Charles. At all relevant times, Maureen Morris was the Director of Human Resources at St.
Charles and Nancy Ladika was the “Night Supervisor,” though the Complaint does not contain
any further description of her supervisory function. The Complaint also does not provide any
further description of plaintiff’s employment. For example, it does not state the type of job
plaintiff held and for how long she held it.
Plaintiff alleges that she was injured at her job, but that defendants “made no disability
accommodation.” (Compl. ¶ 12.) The Complaint does not provide any details about what type
of injury plaintiff sustained or the type of accommodation she sought. Plaintiff claims that she
was “shocked and horrified by the way Defendants treated her and as a result [she] suffered
emotional distress.” (Id. ¶ 13.) According to the Complaint, defendants terminated plaintiff’s
employment on or about July 25, 2014. 1
Standard of Review for Motion to Dismiss
Generally, in deciding a motion to dismiss pursuant to Rule 12(b)(6), the court may
only consider facts stated in the complaint or “[d]ocuments that are attached to the complaint or
incorporated in it by reference.” Roth v. Jennings, 489 F.3d 499, 509 (2d Cir. 2007). Thus, to
the extent plaintiff includes minimal additional facts in her “Declaration in Opposition to
[Defendants’] Motion to Dismiss,” the Court has not considered those facts in determining this
In deciding a motion to dismiss under Federal Rule of Civil Procedure 12(b)(6), a court
should “draw all reasonable inferences in Plaintiff['s] favor, assume all well-pleaded factual
allegations to be true, and determine whether they plausibly give rise to an entitlement to relief.”
Faber v. Metro. Life Ins. Co., 648 F.3d 98, 104 (2d Cir. 2011) (internal quotation marks
omitted). The plausibility standard is guided by two principles. Ashcroft v. Iqbal, 556 U.S. 662,
678 (2009) (citing Bell Atl. Corp. v. Twombly, 550 U.S. 544 (2007)); accord Harris v. Mills, 572
F.3d 66, 71–72 (2d Cir. 2009). First, the principle that a court must accept all allegations as true
is inapplicable to legal conclusions. Thus, “threadbare recitals of the elements of a cause of
action supported by mere conclusory statements, do not suffice.” Iqbal, 556 U.S. at 678.
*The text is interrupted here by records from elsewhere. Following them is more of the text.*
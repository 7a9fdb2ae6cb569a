import { useState } from 'react';
import { ChoiceRows } from '@/components/ChoiceRows';
import { Keypad } from '@/components/Keypad';
import { QuietButton } from '@/components/QuietButton';
import { lastOf } from '@/domain/job-kept';
import type { PlanCheck, StepOf } from '@/domain/plan';
import type { Draft } from '@/offline/record';
import { answersOf, CheckAnswers, type CheckAnswer, type Exceptions } from '../CheckAnswers';
import { NextAction } from '../NextAction';
import { RecordAction } from '../RecordAction';
import { StepFrame } from '../StepFrame';
import { decimalText, isNumber } from '../numbers';
import { distanceIn, likelyAfter, likelyBefore, type DistanceUnit } from '../odometer';
import { useRun } from '../run-context';

type DrivePlan = StepOf<'drive'>;

/** The road test: looks and odometer before, the drive, looks and odometer after. */
export function DriveStep({ step }: { step: DrivePlan }) {
  const { state } = useRun();
  const own = state.steps[step.id];
  const started = lastOf(own, 'drive-started');
  const ended = lastOf(own, 'drive-ended');
  const unit: DistanceUnit = started?.data.unit ?? (state.odometer?.unit === 'mi' ? 'mi' : 'km');
  if (started && ended)
    return <Driven step={step} from={started.data.odometer} to={ended.data.odometer} unit={unit} />;
  if (!started) {
    return (
      <DriveHalf
        key="before"
        step={step}
        checks={step.before}
        unit={unit}
        label="Start the road test"
        likely={likelyBefore(state.odometer?.value)}
        draft={(odometer, checks) => ({
          kind: 'drive-started',
          step: step.id,
          data: { odometer, unit, checks },
        })}
      />
    );
  }
  return (
    <DriveHalf
      key="after"
      step={step}
      checks={step.after}
      unit={unit}
      label="End the road test"
      from={started.data.odometer}
      likely={likelyAfter(step, unit, started.data.odometer)}
      draft={(odometer, checks) => ({ kind: 'drive-ended', step: step.id, data: { odometer, unit, checks } })}
    />
  );
}

interface DriveHalfProps {
  step: DrivePlan;
  checks: PlanCheck[];
  unit: DistanceUnit;
  label: string;
  from?: string;
  /** Readings that are likely here; any other is keyed in. */
  likely: string[];
  draft: (odometer: string, checks: CheckAnswer[]) => Draft;
}

function DriveHalf({ step, checks, unit, label, from, likely, draft }: DriveHalfProps) {
  const [odometer, setOdometer] = useState('');
  const [exceptions, setExceptions] = useState<Exceptions>({});
  const [isOnPad, setOnPad] = useState(true);
  const [isTyping, setTyping] = useState(likely.length === 0);
  const bad = Object.keys(exceptions).length;
  const why = isNumber(odometer)
    ? undefined
    : isTyping
      ? 'key in the odometer'
      : 'touch what the odometer shows';
  return (
    <StepFrame
      step={step}
      side={
        !isOnPad ? null : isTyping ? (
          <Keypad
            label={from === undefined ? 'Odometer before' : 'Odometer after'}
            unit={unit}
            kind="integer"
            value={odometer}
            onChange={setOdometer}
          />
        ) : (
          <div className="grid gap-3">
            <ChoiceRows
              label={`Odometer ${from === undefined ? 'before' : 'after'}, ${unit}: touch what it shows`}
              columns={2}
              choices={likely.map((reading) => ({ value: reading, label: grouped(reading) }))}
              value={odometer}
              onChoose={setOdometer}
            />
            <QuietButton
              shape="wide"
              label="Another reading"
              onPress={() => {
                setOdometer('');
                setTyping(true);
              }}
            />
          </div>
        )
      }
      heading={
        <h1 className="floor-step pb-3">
          {from === undefined ? `${step.title}: before` : `${step.title}: after`}
        </h1>
      }
      quiet={<QuietButton label={isOnPad ? 'Checks' : 'Odometer'} onPress={() => setOnPad(!isOnPad)} />}
      main={
        <RecordAction
          label={label}
          next={
            bad > 0
              ? `${bad} not in order`
              : from === undefined
                ? 'all in order'
                : drivenWords(from, odometer, unit)
          }
          why={why}
          drafts={() => [draft(decimalText(odometer), answersOf(checks, exceptions))]}
        />
      }
    >
      {isOnPad ? (
        <div className="grid max-w-2xl content-start gap-3 text-lg">
          <p>
            To drive:{' '}
            <span className="figure font-semibold">
              {step.distance} {step.distanceUnit}
            </span>
            {from !== undefined && (
              <>
                . It stood at{' '}
                <span className="figure font-semibold">
                  {from} {unit}
                </span>
                .
              </>
            )}
          </p>
          <p className="font-bold">The action says that all of this is in order:</p>
          <ul className="grid gap-1.5">
            {checks.map(({ id, ask }) => (
              <li key={id}>– {ask}</li>
            ))}
          </ul>
          <p className="text-soft">Something is not? Touch “Checks”.</p>
        </div>
      ) : (
        <CheckAnswers label="Checks" checks={checks} exceptions={exceptions} onChange={setExceptions} />
      )}
    </StepFrame>
  );
}

/** "143 212": thousands apart, so that digits are compared in threes. */
function grouped(reading: string): string {
  return reading.replaceAll(/\B(?=(\d{3})+$)/g, '\u00A0');
}

function drivenWords(from: string, to: string, unit: DistanceUnit): string | undefined {
  const driven = Number(to) - Number(from);
  return isNumber(to) && driven >= 0 ? `${driven} ${unit} driven` : undefined;
}

function Driven({ step, from, to, unit }: { step: DrivePlan; from: string; to: string; unit: DistanceUnit }) {
  const driven = Number(to) - Number(from);
  const asked = distanceIn(step, unit);
  return (
    <StepFrame
      step={step}
      heading={<h1 className="floor-step pb-4">{step.title}</h1>}
      main={<NextAction step={step} />}
    >
      <p className="reading">
        <span className="form-label">driven</span>
        <span className="reading-value">
          {driven}
          <span className="reading-unit"> {unit}</span>
        </span>
      </p>
      <p className="pt-6 text-lg">
        Asked: {step.distance} {step.distanceUnit}.{' '}
        {driven < asked - 1 ? 'That is less than asked: it stays in the record as such.' : ''}
      </p>
    </StepFrame>
  );
}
Although “legal conclusions can provide the framework of a complaint, they must be supported
by factual allegations.” Id. at 679. A plaintiff must provide facts sufficient to allow each named
defendant to have a fair understanding of what the plaintiff is complaining about and to know
whether there is a legal basis for recovery. See Twombly, 550 U.S. at 555. Second, only
complaints that state a “plausible claim for relief” can survive a motion to dismiss. Iqbal, 556
U.S. at 679. “A claim has facial plausibility when the plaintiff pleads factual content that allows
the court to draw the reasonable inference that the defendant is liable for the misconduct alleged.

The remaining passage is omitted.